Im gegenständlichen Fall sind der angefochtene Bescheid der BF2 (und somit aufgrund der Vorliegens eines Familienverfahrens auch der des BF1) und das zugrunde liegende Verfahren im Ergebnis so mangelhaft, dass die Zurückverweisung der Angelegenheit an die belangte Behörde zur Erlassung neuer Bescheide unvermeidlich erscheint. Weder erweist sich der Sachverhalt in Verbindung mit den Beschwerden als geklärt, noch ergibt sich aus den bisherigen Ermittlungen sonst zweifelfrei, dass das Vorbringen nicht den Tatsachen entspräche. Im Gegenteil sind die Verfahren der belangten Behörde mit dem oben dargestellten schwerem Mängel behaftet. Die Vornahme der angeführten Feststellungen und Erhebungen durch das BVwG selbst verbietet sich unter Berücksichtigung der oben dargestellten Ausführungen des VwGH und unter Effizienzgesichtspunkten, zumal diese grundsätzlich vom BFA durchzuführen sind.

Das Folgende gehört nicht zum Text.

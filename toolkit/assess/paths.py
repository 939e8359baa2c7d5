"""Point location, paths and sampling of fields along them.

* :class:`PointLocator` — built once per mesh: finds the cell and the natural
  coordinates of any set of points and turns them into a sparse operator
  ``A`` (points x rows of a :class:`~toolkit.fields.NodalField`) with
  ``A @ nodal.values`` = the field at the points, ``u(x) = sum_a N_a(xi) u_a``
  with the element's own shape functions.  Moving a path costs one sparse
  product.
* Paths: :func:`line`, :func:`polyline`, :func:`arc` and :func:`edge_path`
  (a chain of mesh edges, following curved quadratic edges exactly as the
  elements do).  Every sample carries its distance along the path, its unit
  tangent and (in 2D) its unit normal, the tangent turned +90 degrees
  (counter-clockwise): ``n = (-t_y, t_x)``.
* :func:`sample` — a nodal field along a path, with the path-frame stresses
  ``snn = n.S.n``, ``stt = t.S.t``, ``snt = n.S.t`` and the invariants from
  :mod:`toolkit.stress`, in a :class:`PathResult`.
* :func:`raw_along` — the raw (unsmoothed) integration-point field of every
  cell the path crosses, each cell's own local field (Hinton & Campbell 1974)
  evaluated at the path points inside it: a jagged curve that jumps at every
  element boundary, the evidence beside a smoothed curve.
"""
from __future__ import annotations

from abc import ABC, abstractmethod
from dataclasses import dataclass
import itertools
import weakref

import numpy as np
import scipy.sparse as sp

from toolkit.core import stress as _stress
from toolkit.core.elements import ELEMENTS, local_field_matrix
from toolkit.core.fields import GaussField, NodalField, RowLayout
from toolkit.core.mesh import Mesh, inverse_map
from toolkit.core.numbering import DofMap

2.2.5. Im fortgesetzten Verfahren wird das BFA den dargestellten Mängel zu verbessern und zu prüfen haben, ob im Falle einer Rückverbringung eine ernsthafte Bedrohung des Lebens der BF2 aufgrund ihrer individuellen Situation ausgeschlossen werden könne.
Zu Spruchteil B):
Gemäß § 25a Abs. 1 VwGG hat das Verwaltungsgericht im Spruch seines Erkenntnisses oder Beschlusses auszusprechen, ob die Revision gemäß Art. 133 Abs. 4 B-VG zulässig ist. Der Ausspruch ist zu begründen.
Die Revision ist gemäß Art. 133 Abs. 4 B-VG nicht zulässig.
In der rechtlichen Beurteilung (Punkt 2.) wurde unter Bezugnahme auf die Judikatur des VwGH ausgeführt, dass im erstbehördlichen Verfahren notwendige Ermittlungen unterlassen wurden. Betreffend die Anwendbarkeit des § 28 Abs. 3 2. Satz VwGVG im gegenständlichen Fall liegt keine grundsätzliche Rechtsfrage vor, weil § 28 Abs. 3 2. Satz inhaltlich § 66 Abs. 2 AVG (mit Ausnahme des Wegfalls des Erfordernisses der Durchführung einer mündlichen Verhandlung) entspricht, sodass die Judikatur des VwGH betreffend die Zurückverweisung wegen mangelhafter Sachverhaltsermittlungen heranzuziehen ist. Im Übrigen trifft § 28 Abs. 3 2. Satz VwGVG eine klare Regelung (im Sinne der Entscheidung des OGH vom 22.03.1992, 5Ob105/90), weshalb keine Rechtsfrage grundsätzlicher Bedeutung vorliegt.
Es war daher spruchgemäß zu entscheiden.